Clear the Softmax loss, you can see cross entropy.
Corss entropy is the meaning of cross entropy, its formula is as follows:

Does it feel like the formula for Softmax loss? When the input p of cross entropy is the output of Softmax, cross entropy equals Softmax loss. PJ is the first J value of the input probability vector p, so if your probability is obtained by Softmax formula, then cross entropy is Softmax loss. This is my own understanding, if wrong please correct.

Reference 1:http://eli.thegreenplace.net/2016/the-softmax-function-and-its-derivative/

Contact Us

The content source of this page is from Internet, which doesn't represent Alibaba Cloud's opinion; products and services mentioned on that page don't have any relationship with Alibaba Cloud.
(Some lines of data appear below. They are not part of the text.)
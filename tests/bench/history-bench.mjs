// History benchmark (prints figures; not a timed test). For 1,000 and 10,000
// invented entries in the stored layout it measures, in Debian's headless
// Chromium with the CPU slowed 4× (a phone-class stand-in):
//   load    opening the store (reading and checking every entry), as timed by the app
//   first   from navigation to /history until the first screen of entries is shown
//           (includes starting the app; the 0-entry row is the baseline)
//   filter  from typing a filter until the count and list are updated
// and the bytes stored per entry (localStorage characters of the history keys).
// Run: cd tests && node bench/history-bench.mjs (LENSPLANE_DIST as for the browser tests, an absolute path)
import { startServer, launch, waitForApp } from '../browser/harness.js';
import { makeEntries, storedLayout, writeItems } from '../browser/history-fixtures.js';

const SLOWDOWN = Number(process.env.CPU_SLOWDOWN || 4);
const RUNS = 3;
const median = (xs) => [...xs].sort((a, b) => a - b)[Math.floor(xs.length / 2)];

const server = await startServer();
const browser = await launch();
const rows = [];
try {
  for (const n of [0, 1000, 10000]) {
    const items = storedLayout(makeEntries(n));
    const chars = Object.entries(items).reduce((sum, [k, v]) => sum + k.length + v.length, 0);
    const load = [], first = [], filter = [];
    for (let run = 0; run < RUNS; run++) {
      const context = await browser.newContext();
      const page = await context.newPage();
      await page.goto(server.url('icons/icon.svg'));
      if (n) await page.evaluate(writeItems, items);
      const cdp = await context.newCDPSession(page);
      await cdp.send('Emulation.setCPUThrottlingRate', { rate: SLOWDOWN });
      const t0 = Date.now();
      await page.goto(server.url('history'));
      await waitForApp(page);
      if (n) await page.waitForSelector('.history-entry');
      else await page.getByText('Nothing saved yet.').waitFor();
      first.push(Date.now() - t0);
      load.push(await page.evaluate(() => globalThis.lensplaneHistoryLoadMs));
      if (n) {
        // Time in the page: from the input event to the count text changing.
        filter.push(await page.evaluate(() => new Promise((resolve) => {
          const count = document.querySelector('.history-count');
          const before = count.textContent;
          const input = document.getElementById('history-filter');
          const start = performance.now();
          new MutationObserver((_, obs) => {
            if (count.textContent !== before) { obs.disconnect(); requestAnimationFrame(() => resolve(performance.now() - start)); }
          }).observe(count, { childList: true, subtree: true, characterData: true });
          input.value = 'room 3';
          input.dispatchEvent(new Event('input', { bubbles: true }));
        })));
      }
      await context.close();
    }
    rows.push({
      entries: n,
      'load ms': Math.round(median(load)),
      'first screen ms': Math.round(median(first)),
      'filter ms': n ? Math.round(median(filter)) : '-',
      'stored KB': Math.round(chars * 2 / 1024),
      'bytes/entry': n ? Math.round((chars * 2) / n) : '-',
      'chars/entry': n ? Math.round(chars / n) : '-',
    });
  }
} finally {
  await browser.close();
  await server.stop();
}
console.log(`History benchmark, CPU slowed ${SLOWDOWN}×, median of ${RUNS} runs (bytes as localStorage counts them: UTF-16, 2 per character)`);
console.table(rows);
If the content of the page makes you feel confusing, please write us an email, we will handle the problem within 5 days after receiving your email.

If you find any instances of plagiarism from the community, please send an email to: info-contact@alibabacloud.com and provide relevant evidence. A staff member will contact you within 5 working days.

A Free Trial That Lets You Build Big!

Start building with 50+ products and up to 12 months usage for Elastic Compute Service

  • Sales Support

    1 on 1 presale consultation

  • After-Sales Support

    24/7 Technical Support 6 Free Tickets per Quarter Faster Response

  • Alibaba Cloud offers highly flexible support services tailored to meet your exact needs.